═════ Extracted material

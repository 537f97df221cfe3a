#!/usr/bin/env bash
# End-to-end speed against the plain scientific-Python way (benches/python_baseline.py:
# scipy + scikit-image, frames segmented by two worker processes, as a scientist with two cores
# would run it), on the same synthetic recording, in the same run, alternating, with the
# accuracies against the truth. Caravan is timed as a user runs it: `caravan track` with its
# defaults (tracks, tables, QC movie, review page, analysis and report), and tracks only
# (`--no-movie --no-review --no-analysis`).
#
#   bash benches/versus_python.sh [WORK_DIR] [ROUNDS]     # ~4 min with 3 rounds
#
# Prints the median wall time of each, their ratio, the peak resident memory of each
# (/usr/bin/time), and detection F1, TRA and link recall of each (caravan score).
set -euo pipefail
cd "$(dirname "$0")/.."
work="${1:-$(mktemp -d)}"
rounds="${2:-3}"
mkdir -p "$work"
cargo build --release --locked --quiet
bin="$PWD/target/release/caravan"
venv="${TMPDIR:-/tmp}/caravan-bench-venv"
[ -x "$venv/bin/python" ] || python3 -m venv "$venv"
"$venv/bin/pip" install --quiet numpy==2.4.6 scipy==1.17.1 scikit-image==0.26.0 tifffile==2026.3.3

rec="$work/rec"
[ -f "$rec/recording.tif" ] || "$bin" synth -o "$rec" --size 1024x1024 --frames 100 --nuclei 300 \
  --compression none --seed 11 >/dev/null

measure() { # label, command...: appends "seconds kilobytes" to $work/label.times
  local label=$1; shift
  /usr/bin/time -f "%e %M" -o "$work/$label.last" "$@" >/dev/null
  cat "$work/$label.last" >>"$work/$label.times"
}
rm -f "$work"/caravan.times "$work"/tracks_only.times "$work"/python.times
for _ in $(seq "$rounds"); do
  # Caravan with its defaults (diameter and step measured from the recording, as users run
  # it); the plain script has no estimate, so it is given the synthetic diameter.
  measure caravan "$bin" track "$rec/recording.tif" -o "$work/caravan_run" --force
  measure tracks_only "$bin" track "$rec/recording.tif" -o "$work/tracks_only_run" \
    --no-movie --no-review --no-analysis --force
  measure python "$venv/bin/python" benches/python_baseline.py "$rec/recording.tif" "$work/python_tracks.csv" 14 2
done
"$bin" score --truth "$rec" --tracks "$work/caravan_run" -o "$work/caravan_score.json" >/dev/null
"$bin" score --truth "$rec" --tracks "$work/python_tracks.csv" -o "$work/python_score.json" >/dev/null

python3 - "$work" "$rounds" <<'PY'
import json, statistics, sys, os, platform
work, rounds = sys.argv[1], int(sys.argv[2])
def times(label):
    rows = [l.split() for l in open(f"{work}/{label}.times") if l.strip()]
    return statistics.median(float(r[0]) for r in rows), max(int(r[1]) for r in rows) / 1024
(ct, cm), (ot, om), (pt, pm) = times("caravan"), times("tracks_only"), times("python")
cs = json.load(open(f"{work}/caravan_score.json"))["score"]
ps = json.load(open(f"{work}/python_score.json"))["score"]
cpu = next((l.split(":", 1)[1].strip() for l in open("/proc/cpuinfo") if l.startswith("model name")), platform.processor())
print(f"machine: {os.cpu_count()} cores, {cpu}; {rounds} rounds, 100 frames of 1024x1024 px, ~300 nuclei")
print("| | median wall time | peak memory | detection F1 | TRA | link recall |")
print("|---|---|---|---|---|---|")
rows = (("caravan track (defaults: all outputs)", ct, cm, cs), ("caravan track, tracks only", ot, om, cs),
        ("Python script, 2 worker processes", pt, pm, ps))
for name, t, m, s in rows:
    print(f"| {name} | {t:.2f} s | {m:.0f} MB | {s['detection_f1']:.4f} | {s['tra']:.4f} | {s['link_recall']:.4f} |")
print(f"speed ratio (Python / caravan): {pt / ct:.1f}x with every output, {pt / ot:.1f}x tracks only")
PY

══════════

*Required work*
The full set of records must be output again exactly.

*Output of the task*
repository 537f97df221cfe3a
#!/usr/bin/env bash
# End-to-end speed against the plain scientific-Python way (benches/python_baseline.py:
# scipy + scikit-image, frames segmented by two worker processes, as a scientist with two cores
# would run it), on the same synthetic recording, in the same run, alternating, with the
# accuracies against the truth. Caravan is timed as a user runs it: `caravan track` with its
# defaults (tracks, tables, QC movie, review page, analysis and report), and tracks only
# (`--no-movie --no-review --no-analysis`).
#
#   bash benches/versus_python.sh [WORK_DIR] [ROUNDS]     # ~4 min with 3 rounds
#
# Prints the median wall time of each, their ratio, the peak resident memory of each
# (/usr/bin/time), and detection F1, TRA and link recall of each (caravan score).
set -euo pipefail
cd "$(dirname "$0")/.."
work="${1:-$(mktemp -d)}"
rounds="${2:-3}"
mkdir -p "$work"
cargo build --release --locked --quiet
bin="$PWD/target/release/caravan"
venv="${TMPDIR:-/tmp}/caravan-bench-venv"
[ -x "$venv/bin/python" ] || python3 -m venv "$venv"
"$venv/bin/pip" install --quiet numpy==2.4.6 scipy==1.17.1 scikit-image==0.26.0 tifffile==2026.3.3

rec="$work/rec"
[ -f "$rec/recording.tif" ] || "$bin" synth -o "$rec" --size 1024x1024 --frames 100 --nuclei 300 \
  --compression none --seed 11 >/dev/null

measure() { # label, command...: appends "seconds kilobytes" to $work/label.times
  local label=$1; shift
  /usr/bin/time -f "%e %M" -o "$work/$label.last" "$@" >/dev/null
  cat "$work/$label.last" >>"$work/$label.times"
}
rm -f "$work"/caravan.times "$work"/tracks_only.times "$work"/python.times
for _ in $(seq "$rounds"); do
  # Caravan with its defaults (diameter and step measured from the recording, as users run
  # it); the plain script has no estimate, so it is given the synthetic diameter.
  measure caravan "$bin" track "$rec/recording.tif" -o "$work/caravan_run" --force
  measure tracks_only "$bin" track "$rec/recording.tif" -o "$work/tracks_only_run" \
    --no-movie --no-review --no-analysis --force
  measure python "$venv/bin/python" benches/python_baseline.py "$rec/recording.tif" "$work/python_tracks.csv" 14 2
done
"$bin" score --truth "$rec" --tracks "$work/caravan_run" -o "$work/caravan_score.json" >/dev/null
"$bin" score --truth "$rec" --tracks "$work/python_tracks.csv" -o "$work/python_score.json" >/dev/null

python3 - "$work" "$rounds" <<'PY'
import json, statistics, sys, os, platform
work, rounds = sys.argv[1], int(sys.argv[2])
def times(label):
    rows = [l.split() for l in open(f"{work}/{label}.times") if l.strip()]
    return statistics.median(float(r[0]) for r in rows), max(int(r[1]) for r in rows) / 1024
(ct, cm), (ot, om), (pt, pm) = times("caravan"), times("tracks_only"), times("python")
cs = json.load(open(f"{work}/caravan_score.json"))["score"]
ps = json.load(open(f"{work}/python_score.json"))["score"]
cpu = next((l.split(":", 1)[1].strip() for l in open("/proc/cpuinfo") if l.startswith("model name")), platform.processor())
print(f"machine: {os.cpu_count()} cores, {cpu}; {rounds} rounds, 100 frames of 1024x1024 px, ~300 nuclei")
print("| | median wall time | peak memory | detection F1 | TRA | link recall |")
print("|---|---|---|---|---|---|")
rows = (("caravan track (defaults: all outputs)", ct, cm, cs), ("caravan track, tracks only", ot, om, cs),
        ("Python script, 2 worker processes", pt, pm, ps))
for name, t, m, s in rows:
    print(f"| {name} | {t:.2f} s | {m:.0f} MB | {s['detection_f1']:.4f} | {s['tra']:.4f} | {s['link_recall']:.4f} |")
print(f"speed ratio (Python / caravan): {pt / ct:.1f}x with every output, {pt / ot:.1f}x tracks only")
PY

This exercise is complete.